**Brief:** Up to and including the line with "tFound = 0;", restate the material below word for word, beginning with its first line.

**Data for analysis:**
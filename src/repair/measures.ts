/**
 * The figures repair is judged by: detection precision and recall at pixel level with a tolerance (a
 * found pixel is right when true damage lies within `tolerance` pixels, a damaged pixel is found when a
 * found pixel lies within `tolerance`: the matching of Martin et al. 2004's boundary benchmark, on
 * squares), PSNR over the damaged pixels only (peak L* 100), and how much of an undamaged scan changed.
 */
import { dilateMask } from './morphology.js';

export interface DetectionFigures {
  precision: number;
  recall: number;
  /** Pixels found, and pixels truly damaged. */
  found: number;
  damaged: number;
}

/**
 * Precision and recall of `found` against `truth` (0/1 masks, w x h) with a square tolerance.
 * Empty masks count as perfect on their side (nothing found wrongly, nothing missed).
 */
export function detectionFigures(found: Uint8Array, truth: Uint8Array, w: number, h: number, tolerance = 2): DetectionFigures {
  const nearTruth = dilateMask(truth, w, h, tolerance);
  const nearFound = dilateMask(found, w, h, tolerance);
  let f = 0,
    fRight = 0,
    t = 0,
    tFound = 0;
  for (let i = 0; i < truth.length; i++) {
    if (found[i]) {
      f++;
      if (nearTruth[i]) fRight++;
    }
    if (truth[i]) {
      t++;
      if (nearFound[i]) tFound++;
    }
  }
  return { precision: f ? fRight / f : 1, recall: t ? tFound / t : 1, found: f, damaged: t };
}

/** Sums of detection counts over many pictures, for pooled figures. */
export function poolDetection(items: DetectionFigures[]): DetectionFigures {
  let right = 0,
    found = 0,
    hit = 0,
    damaged = 0;
  for (const d of items) {
    right += d.precision * d.found;
    found += d.found;
    hit += d.recall * d.damaged;
    damaged += d.damaged;
  }
  return { precision: found ? right / found : 1, recall: damaged ? hit / damaged : 1, found, damaged };
}

/** Squared error of `estimate` against `truth` summed over the masked pixels, with their count. */
export function maskedSquaredError(estimate: Float32Array, truth: Float32Array, mask: Uint8Array): { sum: number; count: number } {
  let sum = 0,
    count = 0;
  for (let i = 0; i < mask.length; i++) {
    if (!mask[i]) continue;
    const d = estimate[i]! - truth[i]!;
    sum += d * d;
    count++;
  }
  return { sum, count };
}

/** PSNR in dB of a pooled squared error over L* (peak 100). */
export function psnrOf(error: { sum: number; count: number }): number {
  if (!error.count) return Infinity;
  const mse = error.sum / error.count;
  return mse > 0 ? 10 * Math.log10((100 * 100) / mse) : Infinity;
}

export interface ChangeFigures {
  /** Share of pixels whose value changed at all. */
  changedShare: number;
  /** Mean |delta L*| over the whole picture. */
  meanAbsDelta: number;
}

/** How much a repair changed a picture that had nothing to repair. */
export function changeFigures(before: Float32Array, after: Float32Array): ChangeFigures {
  let changed = 0,
    sum = 0;
  for (let i = 0; i < before.length; i++) {
    const d = Math.abs(after[i]! - before[i]!);
    if (d > 0) changed++;
    sum += d;
  }
  return { changedShare: changed / before.length, meanAbsDelta: sum / before.length };
}

/**
 * A soft scene of L* (w x h): broad gradients and a blurred disc, as a print's sky, walls and faces are
 * (kinhue's own), on which the tests and the benchmark draw damage.
 */
export function softScene(w: number, h: number): Float32Array {
  const L = new Float32Array(w * h);
  for (let y = 0; y < h; y++) {
    for (let x = 0; x < w; x++) {
      const disc = 1 / (1 + Math.exp((Math.hypot(x - w * 0.35, y - h * 0.5) - h * 0.3) / 3));
      L[y * w + x] = 35 + 30 * (x / w) + 15 * Math.sin(y / 23) + 20 * disc;
    }
  }
  return L;
}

**Response to this exercise:**
filename src/repair/measures.ts
/**
 * The figures repair is judged by: detection precision and recall at pixel level with a tolerance (a
 * found pixel is right when true damage lies within `tolerance` pixels, a damaged pixel is found when a
 * found pixel lies within `tolerance`: the matching of Martin et al. 2004's boundary benchmark, on
 * squares), PSNR over the damaged pixels only (peak L* 100), and how much of an undamaged scan changed.
 */
import { dilateMask } from './morphology.js';

export interface DetectionFigures {
  precision: number;
  recall: number;
  /** Pixels found, and pixels truly damaged. */
  found: number;
  damaged: number;
}

/**
 * Precision and recall of `found` against `truth` (0/1 masks, w x h) with a square tolerance.
 * Empty masks count as perfect on their side (nothing found wrongly, nothing missed).
 */
export function detectionFigures(found: Uint8Array, truth: Uint8Array, w: number, h: number, tolerance = 2): DetectionFigures {
  const nearTruth = dilateMask(truth, w, h, tolerance);
  const nearFound = dilateMask(found, w, h, tolerance);
  let f = 0,
    fRight = 0,
    t = 0,
    tFound = 0;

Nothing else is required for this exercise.